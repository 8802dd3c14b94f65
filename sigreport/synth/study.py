"""Build a synthetic MR head study from a scenario: DICOM files, the case file, and the truth.

scenario -> head model (anatomy + lesions) -> per-series noiseless signal (signal equations)
         -> bias field -> truth ratios on the 1 mm model grid
         -> motion + slice profile resampling -> Rician noise -> gain and stored values
         -> DICOM (classic or Enhanced MR), case.toml, truth.json
"""

from __future__ import annotations

import json
import math
import re
import shutil
import tempfile
import tomllib
from dataclasses import dataclass, replace
from pathlib import Path
from typing import Any

import numpy as np
import SimpleITK as sitk
from pydicom.uid import generate_uid

from sigreport.errors import InputError
from sigreport.model import EnhancementPattern, RoiKind, Role
from sigreport.synth import phantom
from sigreport.synth.geometry import SeriesGeometry, model_image, plan_geometry, sample
from sigreport.synth.physics import rician
from sigreport.synth.scenario import RoiPlan, Scenario, SeriesPlan, load_scenario
from sigreport.synth.sequences import ResolvedSeries, resolve_ti, tissue_signals
from sigreport.synth.tissues import TissueTable, demo_dir, load_tissues
from sigreport.synth.writer import SeriesOutput, StudyHeader, write_classic, write_enhanced

TRUTH_SCHEMA = "sigreport-truth/1"
ROI_PURITY = 0.95  # every ROI voxel must be at least this fraction of its `contains` tissues
GAIN_TARGET = 2500.0  # stored values peak near this times a random factor in [0.6, 1.6]

# Pairs in the order the contract picks them (interface.md, suppression / enhancement).
FAT_PAIRS = ((Role.T1, Role.T1FS), (Role.T1POST, Role.T1POSTFS), (Role.T2, Role.T2FS),
             (Role.T2, Role.STIR))  # fmt: skip
ENHANCEMENT_PAIRS = ((Role.T1, Role.T1POST), (Role.T1FS, Role.T1POSTFS))


@dataclass(frozen=True)
class GeneratedStudy:
    """Where a generated study was written."""

    root: Path  # out_dir
    study_dir: Path  # out_dir / "study"
    case_path: Path  # out_dir / "case.toml"
    truth_path: Path  # out_dir / "truth.json"


@dataclass(frozen=True)
class Motion:
    """A rigid head motion about ``center_mm``: p -> R (p - c) + c + t (anatomy to series)."""

    translation_mm: tuple[float, float, float]
    rotation_deg: float
    axis: tuple[float, float, float]
    center_mm: tuple[float, float, float] = (0.0, 0.0, 0.0)

    def transform(self) -> sitk.Transform:
        t = sitk.VersorRigid3DTransform()
        t.SetCenter(self.center_mm)
        t.SetRotation(self.axis, math.radians(self.rotation_deg))
        t.SetTranslation(self.translation_mm)
        return t

    def to_json(self) -> dict[str, Any]:
        return {
            "translation_mm": [round(v, 4) for v in self.translation_mm],
            "rotation_deg": round(self.rotation_deg, 4),
            "axis": [round(v, 6) for v in self.axis],
            "center_mm": list(self.center_mm),
        }


NO_MOTION = Motion((0.0, 0.0, 0.0), 0.0, (0.0, 0.0, 1.0))


def demo_scenarios() -> dict[str, Path]:
    """The bundled scenarios: name -> TOML path (every ``demo_cases/*.toml`` with series)."""
    out: dict[str, Path] = {}
    for path in sorted(demo_dir().glob("*.toml")):
        with path.open("rb") as handle:
            data = tomllib.load(handle)
        if "series" in data:
            out[str(data.get("name", path.stem))] = path
    return out


def _resolve_scenario(scenario: Path | str) -> Path:
    path = Path(scenario)
    if path.suffix == ".toml" or path.exists():
        if not path.is_file():
            raise InputError(f"scenario {path} does not exist")
        return path
    demos = demo_scenarios()
    if str(scenario) not in demos:
        raise InputError(
            f'scenario "{scenario}" is neither a TOML file nor a demo ({", ".join(demos)})'
        )
    return demos[str(scenario)]


def _truth_rules() -> dict[str, float]:
    with (demo_dir() / "truth_rules.toml").open("rb") as handle:
        return {k: float(v) for k, v in tomllib.load(handle).items()}


def _roi_mask(grid: phantom.Grid, roi: RoiPlan) -> np.ndarray:
    """Voxels whose centre lies inside the ROI (interface.md membership rule)."""
    x, y, z = grid.points((slice(None), slice(None), slice(None)))
    c = roi.center_mm
    r = float(roi.radius_mm or 0.0)
    axes = roi.semi_axes_mm or (r, r, r)
    q = ((x - c[0]) / axes[0]) ** 2 + ((y - c[1]) / axes[1]) ** 2 + ((z - c[2]) / axes[2]) ** 2
    return q <= 1.0


def _series_roi_mask(geo: SeriesGeometry, roi: RoiPlan) -> np.ndarray:
    """Voxels of a series grid (array ``[slice, row, column]``) whose centre lies inside the
    ROI (interface.md membership rule; PS3.3 C.7.6.2.1.1 voxel centres). Only the index box
    around the ROI is evaluated."""
    cols, rows, slices = geo.size
    axes_dir = np.column_stack([geo.row, geo.column, geo.normal])  # orthonormal
    spacing = np.asarray(geo.spacing, dtype=np.float64)
    c = np.asarray(roi.center_mm, dtype=np.float64)
    r = float(roi.radius_mm or 0.0)
    semi = np.asarray(roi.semi_axes_mm or (r, r, r), dtype=np.float64)
    centre_index = axes_dir.T @ (c - np.asarray(geo.origin)) / spacing
    reach = float(semi.max()) / spacing + 1.0
    lo = np.maximum(np.floor(centre_index - reach), 0).astype(int)
    hi = np.minimum(np.ceil(centre_index + reach), np.array([cols, rows, slices]) - 1).astype(int)
    mask = np.zeros((slices, rows, cols), dtype=bool)
    if np.any(hi < lo):
        return mask
    k, j, i = np.meshgrid(
        np.arange(lo[2], hi[2] + 1),
        np.arange(lo[1], hi[1] + 1),
        np.arange(lo[0], hi[0] + 1),
        indexing="ij",
    )
    index = np.stack([i, j, k], axis=-1) * spacing
    points = np.asarray(geo.origin) + index @ axes_dir.T
    inside = np.sum(((points - c) / semi) ** 2, axis=-1) <= 1.0
    mask[lo[2] : hi[2] + 1, lo[1] : hi[1] + 1, lo[0] : hi[0] + 1] = inside
    return mask


def _bias_field(grid: phantom.Grid, rng: np.random.Generator) -> np.ndarray:
    """A smooth multiplicative receive field, within about +-10 % over the head."""
    x, y, z = grid.points((slice(None), slice(None), slice(None)))
    half = [
        max(abs(lo), abs(hi)) for lo, hi in zip(phantom.GRID_LOW, phantom.GRID_HIGH, strict=True)
    ]
    u, v, w = x / half[0], y / half[1], z / half[2]
    a = rng.uniform(-0.05, 0.05, 3)
    c = rng.uniform(-0.05, 0.05)
    field = 1.0 + a[0] * u + a[1] * v + a[2] * w + c * (u * u + v * v + w * w - 1.0)
    return np.broadcast_to(field, grid.shape).astype(np.float32)


def _random_motion(scn: Scenario, rng: np.random.Generator) -> Motion:
    t = rng.uniform(-scn.motion_max_mm, scn.motion_max_mm, 3)
    axis = rng.normal(size=3)
    axis /= np.linalg.norm(axis)
    angle = rng.uniform(0.3, 1.0) * scn.motion_max_deg
    return Motion(
        (float(t[0]), float(t[1]), float(t[2])),
        float(angle),
        (float(axis[0]), float(axis[1]), float(axis[2])),
    )


def _check_scenario(scn: Scenario, table: TissueTable) -> None:
    names = {t for lesion in scn.lesions for t, _ in lesion.solids}
    names |= {t for r in scn.rois for t in r.contains}
    names |= {s.ti_null for s in scn.series if s.ti_null is not None}
    for name in sorted(names):
        table.get(name)


def _check_in_view(roi: RoiPlan, role: Role, geo: SeriesGeometry) -> None:
    """Raise when an ROI leaves the field of view of a series (a scenario error)."""
    rel = np.asarray(roi.center_mm) - np.asarray(geo.origin)
    reach = max(roi.semi_axes_mm or (roi.radius_mm or 0.0,) * 3)
    for axis, n, step in zip((geo.row, geo.column, geo.normal), geo.size, geo.spacing, strict=True):
        pos = float(np.dot(rel, axis))
        if pos - reach < 0 or pos + reach > (n - 1) * step:
            raise InputError(f"ROI {roi.id} is outside the field of view of series {role.value}")


def _ratio_flags(
    ratio: dict[Role, float], roi: RoiPlan, rules: dict[str, float]
) -> tuple[dict[str, Any], dict[str, float | None]]:
    def drop(pair: tuple[Role, Role] | None) -> float | None:
        if pair is None or ratio[pair[0]] <= 0:
            return None
        return 100.0 * (1.0 - ratio[pair[1]] / ratio[pair[0]])

    def first(pairs: tuple[tuple[Role, Role], ...]) -> tuple[Role, Role] | None:
        return next((p for p in pairs if p[0] in ratio and p[1] in ratio), None)

    fluid = drop((Role.T2, Role.FLAIR) if Role.T2 in ratio and Role.FLAIR in ratio else None)
    fat = drop(first(FAT_PAIRS))
    enh_pair = first(ENHANCEMENT_PAIRS)
    enh = None
    if enh_pair is not None and ratio[enh_pair[0]] > 0:
        enh = 100.0 * (ratio[enh_pair[1]] / ratio[enh_pair[0]] - 1.0)
    enhancing = None if enh is None else bool(enh >= rules["enhancing_percent"])
    if enhancing is None:
        pattern = None
    else:
        pattern = roi.pattern.value if enhancing else EnhancementPattern.NONE.value
        if enhancing and roi.pattern is EnhancementPattern.NONE:
            pattern = EnhancementPattern.SOLID.value
    expected = {
        "fluid_suppressed": None if fluid is None else bool(fluid >= rules["fluid_drop_percent"]),
        "fat_suppressed": None if fat is None else bool(fat >= rules["fat_drop_percent"]),
        "enhancing": enhancing,
        "pattern": pattern,
        "flow_void": bool(all(v <= rules["flow_void_ratio"] for v in ratio.values())),
    }
    percents = {
        "fluid_drop_percent": None if fluid is None else round(fluid, 3),
        "fat_drop_percent": None if fat is None else round(fat, 3),
        "enhancement_percent": None if enh is None else round(enh, 3),
    }
    return expected, percents
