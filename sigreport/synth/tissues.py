"""The tissue table of the synthetic head model (``demo_cases/tissues.toml``), validated."""

from __future__ import annotations

import tomllib
from dataclasses import dataclass, field
from importlib import resources
from pathlib import Path
from typing import Any

from sigreport.errors import InputError
from sigreport.lexicon import check_keys

FIELDS_T = (1.5, 3.0)


def demo_dir() -> Path:
    """The bundled ``demo_cases`` folder (shipped as ``sigreport._demo_cases``)."""
    packaged = Path(str(resources.files("sigreport"))) / "_demo_cases"
    if packaged.is_dir():
        return packaged
    # Source tree or an editable install without the mapping: the repository's demo_cases/.
    return Path(__file__).resolve().parent.parent.parent / "demo_cases"


@dataclass(frozen=True)
class Tissue:
    """Relaxation parameters of one tissue at one field strength."""

    name: str
    pd: float
    t1_ms: float
    t2_ms: float
    gd_mmol_l: float = 0.0
    fat: bool = False
    flow_void: bool = False
    adc_1e6_mm2_s: float | None = None  # apparent diffusion coefficient, 10^-6 mm^2/s
    fat_fraction: float = 0.0  # share of the proton density that is fat (1 for adipose tissue)
    r2_prime_per_s: float | None = None  # static dephasing; None: the table's default
    uptake: str = "plateau"  # contrast uptake curve over time (``TissueTable.uptake``)


@dataclass(frozen=True)
class UptakeCurve:
    """Relative agent concentration over time (``physics.uptake_fraction``)."""

    rise_s: float
    washout_s: float | None = None


@dataclass(frozen=True)
class TissueTable:
    """Every tissue at one field strength, plus the agent and fat-saturation constants."""

    field_strength_t: float
    tissues: dict[str, Tissue]
    r1_l_mmol_s: float
    r2_l_mmol_s: float
    agent: str
    fat_sat_residual: float
    fat_sat_failed_residual: float
    r2_prime_per_s: float
    uptake: dict[str, UptakeCurve] = field(default_factory=dict)

    def get(self, name: str) -> Tissue:
        """The tissue called ``name``; raises ``InputError`` naming the known ones."""
        try:
            return self.tissues[name]
        except KeyError:
            known = ", ".join(sorted(self.tissues))
            raise InputError(f'unknown tissue "{name}"; the tissue table has {known}') from None


def _field_key(field_strength_t: float) -> str:
    for f in FIELDS_T:
        if abs(field_strength_t - f) < 1e-6:
            return f"{f:.1f}"
    raise InputError(
        f"field strength {field_strength_t} T is not tabulated; use one of "
        + ", ".join(f"{f:.1f}" for f in FIELDS_T)
    )


def _by_field(entry: dict[str, Any], key: str, fkey: str, where: str) -> float:
    table = entry.get(key)
    if not isinstance(table, dict) or fkey not in table:
        raise InputError(f"{where}: {key} needs a value for {fkey} T")
    value = float(table[fkey])
    if value <= 0:
        raise InputError(f"{where}: {key}[{fkey}] must be > 0, got {value}")
    return value


def load_tissues(field_strength_t: float, path: Path | None = None) -> TissueTable:
    """Read the tissue table at one field strength.

    Parameters
    ----------
    field_strength_t
        1.5 or 3.0.
    path
        A tissues TOML file; default the bundled ``demo_cases/tissues.toml``.
    """
    path = path if path is not None else demo_dir() / "tissues.toml"
    fkey = _field_key(field_strength_t)
    try:
        with Path(path).open("rb") as handle:
            data = tomllib.load(handle)
    except OSError as exc:
        raise InputError(f"tissue table {path}: {exc.strerror}") from None
    except tomllib.TOMLDecodeError as exc:
        raise InputError(f"tissue table {path}: not valid TOML: {exc}") from None
    check_keys(data, {"sources", "contrast", "fat_sat", "t2_prime", "uptake", "tissue"}, str(path))
    sources = data.get("sources", {})
    tissues: dict[str, Tissue] = {}
    allowed = {
        "pd", "t1_ms", "t2_ms", "gd_mmol_l", "fat", "flow_void", "source", "note",
        "adc_1e-6_mm2_s", "fat_fraction", "r2_prime_per_s", "uptake",
    }  # fmt: skip
    uptake = _uptake_curves(data.get("uptake", {}), f"{path}: uptake")
    for name, entry in data.get("tissue", {}).items():
        where = f"{path}: tissue.{name}"
        check_keys(entry, allowed, where)
        if entry.get("source") not in sources:
            raise InputError(f"{where}: source {entry.get('source')!r} is not in [sources]")
        pd = float(entry.get("pd", -1))
        gd = float(entry.get("gd_mmol_l", 0.0))
        if pd < 0 or gd < 0:
            raise InputError(f"{where}: pd and gd_mmol_l must be >= 0")
        fat = bool(entry.get("fat", False))
        fat_fraction = float(entry.get("fat_fraction", 1.0 if fat else 0.0))
        if not 0.0 <= fat_fraction <= 1.0:
            raise InputError(f"{where}: fat_fraction must be in [0, 1], got {fat_fraction}")
        adc = entry.get("adc_1e-6_mm2_s")
        if adc is not None and float(adc) < 0:
            raise InputError(f"{where}: adc_1e-6_mm2_s must be >= 0, got {adc}")
        curve = str(entry.get("uptake", "plateau"))
        if uptake and curve not in uptake:
            raise InputError(f"{where}: uptake {curve!r} is not in [uptake] ({', '.join(uptake)})")
        tissues[name] = Tissue(
            name=name,
            pd=pd,
            t1_ms=_by_field(entry, "t1_ms", fkey, where),
            t2_ms=_by_field(entry, "t2_ms", fkey, where),
            gd_mmol_l=gd,
            fat=fat,
            flow_void=bool(entry.get("flow_void", False)),
            adc_1e6_mm2_s=None if adc is None else float(adc),
            fat_fraction=fat_fraction,
            r2_prime_per_s=_by_field(entry, "r2_prime_per_s", fkey, where)
            if "r2_prime_per_s" in entry
            else None,
            uptake=curve,
        )
    contrast = data.get("contrast", {})
    fat_sat = data.get("fat_sat", {})
    prime = data.get("t2_prime", {})
    return TissueTable(
        field_strength_t=float(fkey),
        tissues=tissues,
        r1_l_mmol_s=_by_field(contrast, "r1_l_mmol_s", fkey, f"{path}: contrast"),
        r2_l_mmol_s=_by_field(contrast, "r2_l_mmol_s", fkey, f"{path}: contrast"),
        agent=str(contrast.get("agent", "gadolinium")),
        fat_sat_residual=float(fat_sat.get("residual", 0.05)),
        fat_sat_failed_residual=float(fat_sat.get("failed_residual", 0.8)),
        r2_prime_per_s=_by_field(prime, "r2_prime_per_s", fkey, f"{path}: t2_prime"),
        uptake=uptake,
    )


def _uptake_curves(table: dict[str, Any], where: str) -> dict[str, UptakeCurve]:
    curves: dict[str, UptakeCurve] = {}
    for name, entry in table.items():
        if name in ("source", "note"):
            continue
        check_keys(entry, {"rise_s", "washout_s"}, f"{where}.{name}")
        rise = float(entry.get("rise_s", 0.0))
        washout = entry.get("washout_s")
        if rise <= 0 or (washout is not None and float(washout) <= 0):
            raise InputError(f"{where}.{name}: rise_s and washout_s must be > 0")
        curves[name] = UptakeCurve(rise, None if washout is None else float(washout))
    return curves
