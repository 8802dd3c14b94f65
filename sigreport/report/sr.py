"""sr.dcm: the findings as a DICOM Comprehensive 3D SR, measurement report template TID 1500.

One measurement group (TID 1501, Measurements and Qualitative Evaluations) per lesion, tracked
by the lesion id and site; numbers with UCUM units, grades and flags as coded qualitative
evaluations, each per-series value referencing the source image it was measured on. Standard
codes come from DICOM PS3.16 through ``pydicom.sr.codedict.codes``; concepts PS3.16 lacks are
drawn from the private coding scheme ``99SIGRPT``, declared in the Coding Scheme Identification
Sequence (PS3.3 C.12.1.1.4). The SR is a draft: Completion Flag PARTIAL, Verification Flag
UNVERIFIED (PS3.3 C.17.2), and it carries the report's cautions as comments.
"""

from __future__ import annotations

import warnings
from collections.abc import Mapping, Sequence
from pathlib import Path
from typing import Any

import highdicom as hd
from pydicom import Dataset, dcmread
from pydicom.charset import convert_encodings, custom_encoders, default_encoding, python_encoding
from pydicom.dataelem import DataElement, RawDataElement
from pydicom.sequence import Sequence as DicomSequence
from pydicom.sr.codedict import codes
from pydicom.sr.coding import Code
from pydicom.tag import BaseTag
from pydicom.uid import ExplicitVRLittleEndian
from pydicom.valuerep import AMBIGUOUS_VR

from sigreport.model import InstanceRef, KeySlice, Stack
from sigreport.report import sr_content
from sigreport.report.sites import SiteTable, load_sites
from sigreport.report.tables import ordered_roles, roi_medians

PRIVATE_SCHEME = "99SIGRPT"
PRIVATE_SCHEME_NAME = "sigreport private concepts"
SR_SERIES_NUMBER = 9900
SR_SERIES_DESCRIPTION = "sigreport draft measurement report"

# UCUM units (PS3.16 CID 7181 draws on UCUM): ratio and percent are annotations / symbols.
UNIT_ML = Code("ml", "UCUM", "milliliter")
UNIT_MM = Code("mm", "UCUM", "millimeter")
UNIT_PERCENT = Code("%", "UCUM", "percent")
UNIT_RATIO = Code("{ratio}", "UCUM", "ratio")
UNIT_NONE = Code("1", "UCUM", "no units")
# UCUM: 10^-6 mm^2/s, the unit ADC maps are stored in (PS3.16 CID 7181 lists it).
UNIT_ADC = Code("10-6.mm2/s", "UCUM", "10^-6 mm2/s")
UNIT_SECOND = Code("s", "UCUM", "second")

# Signal grades: PS3.16 CID 6343 (RadLex codes).
GRADE_CODES: dict[str, Code] = {
    "hyperintense": codes.cid6343.Hyperintense,
    "isointense": codes.cid6343.Isointense,
    "hypointense": codes.cid6343.Hypointense,
}
# Statistics: PS3.16 CID 7464 (mean, median, SD); the 5th / 95th percentiles are SNOMED CT
# qualifier values (PS3.16 lists them, e.g. in CID 7464's extensions).
DERIVATIONS: dict[str, Code] = {
    "mean": codes.cid7464.Mean,
    "median": codes.cid7464.Median,
    "sd": codes.cid7464.StandardDeviation,
    "p05": codes.SCT.FifthPercentile,
    "p95": codes.SCT.NinetyFifthPercentile,
}


def private(value: str, meaning: str) -> Code:
    """A concept of the private scheme ``99SIGRPT`` (meaning cut to the LO limit of 64)."""
    return Code(value, PRIVATE_SCHEME, meaning[:64])
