def test_stir_only_fat_pair_gets_a_not_specific_note(build, rules):
    roles = [T1, T2, Role.STIR]
    lesion = build.lesion({T1: 1500.0, T2: 1100.0, Role.STIR: 60.0})
    result = characterize(build.study([lesion, _wm(build, roles)]), rules)
    got = _one(result)
    fat = got.suppression["fat"]
    assert (fat.source, fat.target) == (T2, Role.STIR) and fat.suppressed is True
    assert fat.specific is False
    note = next(n for n in result.qc if n.code == "stir-fat-not-specific")
    assert note.level is QcLevel.INFO and "not" in note.message and "specific" in note.message
    # STIR nulls subacute blood too (common practice), so no "macroscopic fat" claim.
    assert "macroscopic-fat" not in got.behaviour
    assert "short-t1-nulled-on-stir" in got.behaviour


def test_first_fat_pair_the_study_has_wins(build, rules):
    roles = [T1, Role.T1FS, T2, Role.STIR]
    lesion = build.lesion({T1: 1500.0, Role.T1FS: 150.0, T2: 1100.0, Role.STIR: 60.0})
    result = characterize(build.study([lesion, _wm(build, roles)]), rules)
    assert _one(result).suppression["fat"].target is Role.T1FS
    assert "stir-fat-not-specific" not in _codes(result)


def test_missing_pairs_give_null_fields(build, rules):
    lesion = build.lesion({T2: 1800.0})
    got = _one(characterize(build.study([lesion, _wm(build, [T2])]), rules))
    out = got.to_json()
    assert out["enhancement"] == {
        "pre": None,
        "post": None,
        "percent": None,
        "enhancing": None,
        "pattern": None,
    }
    for kind in ("fluid", "fat"):
        assert out["suppression"][kind] == {
            "from": None,
            "to": None,
            "drop_percent": None,
            "suppressed": None,
        }
    assert list(out["signal"]) == ["T2"]  # a key absent: that role is not in the study
    assert out["flow_void"] is None  # one series: a flow void is not assessed
    assert "follows-fluid" not in out["behaviour"] and "non-enhancing" not in out["behaviour"]


def test_lesion_json_has_exactly_the_contract_keys(build, rules):
    lesion = build.lesion({T1: 200.0, T2: 1800.0, FLAIR: 100.0})
    out = _one(characterize(build.study([lesion, _wm(build, [T1, T2, FLAIR])]), rules)).to_json()
    # docs/usage.md findings.json lesion object
    assert set(out) == {
        "id",
        "site",
        "reference",
        "volume_ml",
        "max_diameter_mm",
        "signal",
        "enhancement",
        "suppression",
        "flow_void",
        # version 2: the other sequence families, null without their series
        "diffusion",
        "susceptibility",
        "chemical_shift",
        "dynamic",
        "behaviour",
        "size",  # sigreport-findings/2 (docs/CHANGES.md)
        "behaviour_not_applied",
    }
    assert [out[k] for k in ("diffusion", "susceptibility", "chemical_shift", "dynamic")] == [
        None
    ] * 4
    assert set(out["signal"]["T2"]) == {
        "n_voxels",
        "mean",
        "median",
        "sd",
        "p05",
        "p95",
        "ratio",
        "grade",
        "borderline",
    }
    assert out["signal"]["T2"]["grade"] == "hyperintense" and out["signal"]["T2"]["ratio"] == 3.0
    assert out["reference"] == "R1"
    assert set(out["suppression"]) == {"fluid", "fat"}
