"""sigreport.synth: physics-based synthetic MR head studies and the bundled demo scenarios.

A labelled head model (``phantom``) is imaged with textbook signal equations (``physics``,
``sequences``) on each series' geometry (``geometry``) and written as DICOM (``writer``), with
a case file and the expected values (``study``). Scenarios are TOML data (``scenario``).
"""

from sigreport.synth.study import GeneratedStudy, demo_scenarios, generate_study

__all__ = ["GeneratedStudy", "demo_scenarios", "generate_study"]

+++

* [PROBLEM DESCRIPTION]: Reproduce exactly the lines of the records above from the one with "concept of the" to the one with "assert fat.specific is False", both included, and leave out everything else.

* [YOUR SOLUTION]:
    """A concept of the private scheme ``99SIGRPT`` (meaning cut to the LO limit of 64)."""
    return Code(value, PRIVATE_SCHEME, meaning[:64])
def test_stir_only_fat_pair_gets_a_not_specific_note(build, rules):
    roles = [T1, T2, Role.STIR]
    lesion = build.lesion({T1: 1500.0, T2: 1100.0, Role.STIR: 60.0})
    result = characterize(build.study([lesion, _wm(build, roles)]), rules)
    got = _one(result)
    fat = got.suppression["fat"]
    assert (fat.source, fat.target) == (T2, Role.STIR) and fat.suppressed is True
    assert fat.specific is False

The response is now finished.